*** Begin section ***

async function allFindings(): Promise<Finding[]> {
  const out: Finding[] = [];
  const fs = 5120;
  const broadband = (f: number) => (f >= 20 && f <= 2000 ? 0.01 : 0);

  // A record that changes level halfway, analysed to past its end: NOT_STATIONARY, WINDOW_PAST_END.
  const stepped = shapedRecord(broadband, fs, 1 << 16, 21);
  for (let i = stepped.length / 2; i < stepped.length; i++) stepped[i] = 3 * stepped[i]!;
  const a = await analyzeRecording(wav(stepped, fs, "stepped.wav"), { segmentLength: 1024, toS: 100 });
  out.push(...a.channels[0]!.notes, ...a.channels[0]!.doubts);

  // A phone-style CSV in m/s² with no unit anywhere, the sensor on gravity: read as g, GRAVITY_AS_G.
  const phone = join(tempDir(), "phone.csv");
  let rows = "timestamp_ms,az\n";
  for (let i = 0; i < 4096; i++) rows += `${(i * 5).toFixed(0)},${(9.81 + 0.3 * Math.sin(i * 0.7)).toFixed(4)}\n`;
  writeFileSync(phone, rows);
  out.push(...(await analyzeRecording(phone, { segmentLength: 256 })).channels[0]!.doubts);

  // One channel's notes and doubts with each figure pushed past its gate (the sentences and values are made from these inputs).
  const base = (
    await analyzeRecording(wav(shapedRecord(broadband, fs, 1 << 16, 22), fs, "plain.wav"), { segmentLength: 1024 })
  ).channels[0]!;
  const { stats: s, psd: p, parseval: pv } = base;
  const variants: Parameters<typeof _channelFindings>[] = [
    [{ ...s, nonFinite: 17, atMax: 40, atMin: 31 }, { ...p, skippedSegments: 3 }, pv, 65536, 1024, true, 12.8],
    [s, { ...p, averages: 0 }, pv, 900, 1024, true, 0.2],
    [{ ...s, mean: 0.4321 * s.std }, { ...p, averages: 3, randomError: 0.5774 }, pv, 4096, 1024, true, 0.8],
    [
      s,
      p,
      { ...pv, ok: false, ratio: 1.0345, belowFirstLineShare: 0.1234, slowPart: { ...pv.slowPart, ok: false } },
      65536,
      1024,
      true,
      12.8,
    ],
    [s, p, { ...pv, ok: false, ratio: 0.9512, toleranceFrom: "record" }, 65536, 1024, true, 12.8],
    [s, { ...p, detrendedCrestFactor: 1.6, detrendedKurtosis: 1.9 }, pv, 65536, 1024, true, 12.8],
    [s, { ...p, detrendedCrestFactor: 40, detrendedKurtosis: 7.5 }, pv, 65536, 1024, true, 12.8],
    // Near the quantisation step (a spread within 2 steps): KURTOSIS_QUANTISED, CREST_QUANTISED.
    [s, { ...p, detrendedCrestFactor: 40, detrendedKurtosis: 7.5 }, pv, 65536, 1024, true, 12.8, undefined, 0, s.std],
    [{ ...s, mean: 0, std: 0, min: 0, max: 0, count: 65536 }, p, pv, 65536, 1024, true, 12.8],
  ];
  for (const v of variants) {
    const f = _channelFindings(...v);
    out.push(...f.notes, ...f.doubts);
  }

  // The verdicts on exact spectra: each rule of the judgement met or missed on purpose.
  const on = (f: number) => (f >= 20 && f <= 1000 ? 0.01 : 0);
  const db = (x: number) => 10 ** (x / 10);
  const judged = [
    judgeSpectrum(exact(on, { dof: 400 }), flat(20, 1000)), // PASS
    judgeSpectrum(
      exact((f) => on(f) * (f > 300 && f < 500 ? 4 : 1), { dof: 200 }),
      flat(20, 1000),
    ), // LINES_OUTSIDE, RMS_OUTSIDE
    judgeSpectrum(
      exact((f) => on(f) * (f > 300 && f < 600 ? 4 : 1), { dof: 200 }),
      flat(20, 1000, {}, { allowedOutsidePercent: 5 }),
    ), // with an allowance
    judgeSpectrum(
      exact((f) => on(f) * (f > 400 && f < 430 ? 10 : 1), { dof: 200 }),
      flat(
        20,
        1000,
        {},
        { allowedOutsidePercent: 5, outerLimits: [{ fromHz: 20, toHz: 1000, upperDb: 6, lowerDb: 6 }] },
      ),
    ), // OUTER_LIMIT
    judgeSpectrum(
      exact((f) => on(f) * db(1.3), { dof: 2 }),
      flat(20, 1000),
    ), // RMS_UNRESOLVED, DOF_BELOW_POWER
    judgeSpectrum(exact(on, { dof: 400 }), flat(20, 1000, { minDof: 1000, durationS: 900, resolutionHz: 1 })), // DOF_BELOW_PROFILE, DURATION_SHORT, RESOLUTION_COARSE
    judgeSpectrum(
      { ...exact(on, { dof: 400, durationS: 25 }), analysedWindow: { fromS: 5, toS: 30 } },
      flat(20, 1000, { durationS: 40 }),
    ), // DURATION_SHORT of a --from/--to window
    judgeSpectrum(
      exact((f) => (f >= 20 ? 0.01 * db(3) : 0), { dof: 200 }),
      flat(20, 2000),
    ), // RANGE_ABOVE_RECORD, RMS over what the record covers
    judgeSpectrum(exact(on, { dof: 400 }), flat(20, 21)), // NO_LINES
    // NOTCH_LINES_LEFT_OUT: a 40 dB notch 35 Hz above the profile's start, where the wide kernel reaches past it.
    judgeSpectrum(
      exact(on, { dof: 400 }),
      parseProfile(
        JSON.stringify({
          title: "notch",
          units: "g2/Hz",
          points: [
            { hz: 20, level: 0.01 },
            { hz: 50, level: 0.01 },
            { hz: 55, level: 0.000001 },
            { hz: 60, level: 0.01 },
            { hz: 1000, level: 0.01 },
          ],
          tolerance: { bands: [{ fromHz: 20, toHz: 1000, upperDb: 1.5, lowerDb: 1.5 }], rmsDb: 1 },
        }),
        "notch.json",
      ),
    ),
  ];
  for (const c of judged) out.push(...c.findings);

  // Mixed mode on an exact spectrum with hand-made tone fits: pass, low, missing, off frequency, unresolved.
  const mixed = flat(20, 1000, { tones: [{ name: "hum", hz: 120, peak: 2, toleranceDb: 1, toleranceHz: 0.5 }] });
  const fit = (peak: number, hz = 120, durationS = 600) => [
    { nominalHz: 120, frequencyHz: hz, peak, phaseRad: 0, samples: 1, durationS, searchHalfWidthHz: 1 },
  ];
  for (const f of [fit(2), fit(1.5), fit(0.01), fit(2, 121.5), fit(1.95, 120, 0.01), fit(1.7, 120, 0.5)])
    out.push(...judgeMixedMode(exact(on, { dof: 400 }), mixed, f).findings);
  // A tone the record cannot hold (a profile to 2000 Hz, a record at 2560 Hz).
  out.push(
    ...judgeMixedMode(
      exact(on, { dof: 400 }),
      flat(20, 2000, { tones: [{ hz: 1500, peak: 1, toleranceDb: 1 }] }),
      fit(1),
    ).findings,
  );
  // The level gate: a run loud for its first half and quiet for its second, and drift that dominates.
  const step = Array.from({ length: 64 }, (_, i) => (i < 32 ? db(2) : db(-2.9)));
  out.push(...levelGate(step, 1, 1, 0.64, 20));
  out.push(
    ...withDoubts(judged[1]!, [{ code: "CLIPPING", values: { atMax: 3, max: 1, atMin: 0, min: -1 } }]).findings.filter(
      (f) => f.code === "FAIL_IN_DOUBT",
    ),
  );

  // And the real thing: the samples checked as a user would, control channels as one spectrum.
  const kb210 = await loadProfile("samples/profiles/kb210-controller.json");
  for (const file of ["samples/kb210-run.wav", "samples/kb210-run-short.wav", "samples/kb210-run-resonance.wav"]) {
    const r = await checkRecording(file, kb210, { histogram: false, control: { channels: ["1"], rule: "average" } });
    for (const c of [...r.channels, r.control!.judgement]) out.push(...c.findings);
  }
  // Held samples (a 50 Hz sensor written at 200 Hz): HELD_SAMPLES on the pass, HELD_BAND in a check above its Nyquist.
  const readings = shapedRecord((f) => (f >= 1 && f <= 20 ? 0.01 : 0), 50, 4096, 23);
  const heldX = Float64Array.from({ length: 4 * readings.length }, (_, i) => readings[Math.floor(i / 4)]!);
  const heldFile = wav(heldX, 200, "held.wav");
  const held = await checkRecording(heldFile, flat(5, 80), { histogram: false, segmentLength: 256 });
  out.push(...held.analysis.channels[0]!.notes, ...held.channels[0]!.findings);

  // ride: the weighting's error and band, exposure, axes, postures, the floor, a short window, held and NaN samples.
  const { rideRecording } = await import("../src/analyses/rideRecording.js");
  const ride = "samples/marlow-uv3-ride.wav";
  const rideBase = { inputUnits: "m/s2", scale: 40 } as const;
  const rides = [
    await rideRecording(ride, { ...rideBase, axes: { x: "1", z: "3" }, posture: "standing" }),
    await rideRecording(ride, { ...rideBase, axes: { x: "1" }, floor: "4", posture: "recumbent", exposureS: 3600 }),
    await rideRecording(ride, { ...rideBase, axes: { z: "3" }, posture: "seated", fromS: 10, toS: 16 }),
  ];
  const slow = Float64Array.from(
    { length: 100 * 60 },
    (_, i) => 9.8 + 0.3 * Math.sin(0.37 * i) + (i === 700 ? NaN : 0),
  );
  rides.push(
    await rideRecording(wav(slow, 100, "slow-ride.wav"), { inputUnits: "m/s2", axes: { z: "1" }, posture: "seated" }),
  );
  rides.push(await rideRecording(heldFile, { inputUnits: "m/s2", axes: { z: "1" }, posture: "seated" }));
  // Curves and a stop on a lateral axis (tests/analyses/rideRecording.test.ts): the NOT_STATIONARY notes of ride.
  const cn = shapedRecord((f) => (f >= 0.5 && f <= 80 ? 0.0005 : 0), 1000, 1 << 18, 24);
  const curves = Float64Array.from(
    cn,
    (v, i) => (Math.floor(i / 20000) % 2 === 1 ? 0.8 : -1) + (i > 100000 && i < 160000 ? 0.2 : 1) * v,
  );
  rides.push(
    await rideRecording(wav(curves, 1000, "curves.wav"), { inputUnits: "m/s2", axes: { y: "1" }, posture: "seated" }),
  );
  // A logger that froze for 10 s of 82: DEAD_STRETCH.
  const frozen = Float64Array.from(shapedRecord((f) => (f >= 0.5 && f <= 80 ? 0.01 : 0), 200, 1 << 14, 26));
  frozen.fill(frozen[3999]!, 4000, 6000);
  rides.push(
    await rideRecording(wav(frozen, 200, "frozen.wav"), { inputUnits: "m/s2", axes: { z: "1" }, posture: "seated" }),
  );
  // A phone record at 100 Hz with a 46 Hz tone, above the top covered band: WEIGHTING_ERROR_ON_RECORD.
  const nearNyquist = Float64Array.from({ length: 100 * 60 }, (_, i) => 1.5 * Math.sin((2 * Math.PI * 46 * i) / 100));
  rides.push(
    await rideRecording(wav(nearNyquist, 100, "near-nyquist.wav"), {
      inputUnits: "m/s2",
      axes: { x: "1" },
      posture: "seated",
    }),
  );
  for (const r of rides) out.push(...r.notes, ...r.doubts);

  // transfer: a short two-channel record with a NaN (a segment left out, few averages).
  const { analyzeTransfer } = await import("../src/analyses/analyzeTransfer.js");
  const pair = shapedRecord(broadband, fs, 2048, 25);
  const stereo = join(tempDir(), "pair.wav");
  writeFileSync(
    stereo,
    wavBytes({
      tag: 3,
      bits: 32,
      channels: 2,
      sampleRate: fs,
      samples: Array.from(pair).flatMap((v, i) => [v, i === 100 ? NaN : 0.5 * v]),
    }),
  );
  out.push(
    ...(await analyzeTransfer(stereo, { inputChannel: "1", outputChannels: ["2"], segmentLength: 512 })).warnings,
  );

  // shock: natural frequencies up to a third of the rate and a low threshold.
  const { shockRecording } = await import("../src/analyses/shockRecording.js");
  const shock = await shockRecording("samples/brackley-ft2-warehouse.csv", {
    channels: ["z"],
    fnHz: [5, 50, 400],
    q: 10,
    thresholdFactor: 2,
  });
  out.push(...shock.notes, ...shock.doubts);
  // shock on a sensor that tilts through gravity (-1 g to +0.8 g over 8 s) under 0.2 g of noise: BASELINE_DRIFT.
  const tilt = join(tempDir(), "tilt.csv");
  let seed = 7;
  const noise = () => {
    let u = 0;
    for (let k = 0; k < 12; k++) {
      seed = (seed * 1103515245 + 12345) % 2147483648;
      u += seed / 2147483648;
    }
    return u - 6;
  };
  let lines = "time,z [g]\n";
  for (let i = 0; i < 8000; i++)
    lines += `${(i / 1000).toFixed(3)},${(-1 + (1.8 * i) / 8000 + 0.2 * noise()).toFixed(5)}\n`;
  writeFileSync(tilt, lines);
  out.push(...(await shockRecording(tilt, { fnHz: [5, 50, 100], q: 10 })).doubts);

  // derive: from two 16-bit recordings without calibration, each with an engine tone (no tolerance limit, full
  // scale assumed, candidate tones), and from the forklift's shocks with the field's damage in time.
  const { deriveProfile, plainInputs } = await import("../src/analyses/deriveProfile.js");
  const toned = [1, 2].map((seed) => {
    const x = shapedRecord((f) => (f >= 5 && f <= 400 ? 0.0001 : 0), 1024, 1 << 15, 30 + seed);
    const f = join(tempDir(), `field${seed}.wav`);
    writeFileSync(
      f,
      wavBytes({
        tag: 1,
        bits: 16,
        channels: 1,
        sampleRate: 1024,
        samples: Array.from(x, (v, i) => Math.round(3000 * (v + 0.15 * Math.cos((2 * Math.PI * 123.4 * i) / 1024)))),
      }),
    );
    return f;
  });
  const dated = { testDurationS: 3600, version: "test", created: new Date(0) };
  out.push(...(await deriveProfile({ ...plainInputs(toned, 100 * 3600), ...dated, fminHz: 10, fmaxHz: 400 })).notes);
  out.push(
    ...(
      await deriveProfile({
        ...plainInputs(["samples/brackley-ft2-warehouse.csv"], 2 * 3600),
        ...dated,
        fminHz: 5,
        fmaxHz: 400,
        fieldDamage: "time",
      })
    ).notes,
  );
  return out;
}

*** End section ***

What you have to do: Copy each line of the preceding data that contains the string "readings".

Solution to this problem:
  const readings = shapedRecord((f) => (f >= 1 && f <= 20 ? 0.01 : 0), 50, 4096, 23);
  const heldX = Float64Array.from({ length: 4 * readings.length }, (_, i) => readings[Math.floor(i / 4)]!);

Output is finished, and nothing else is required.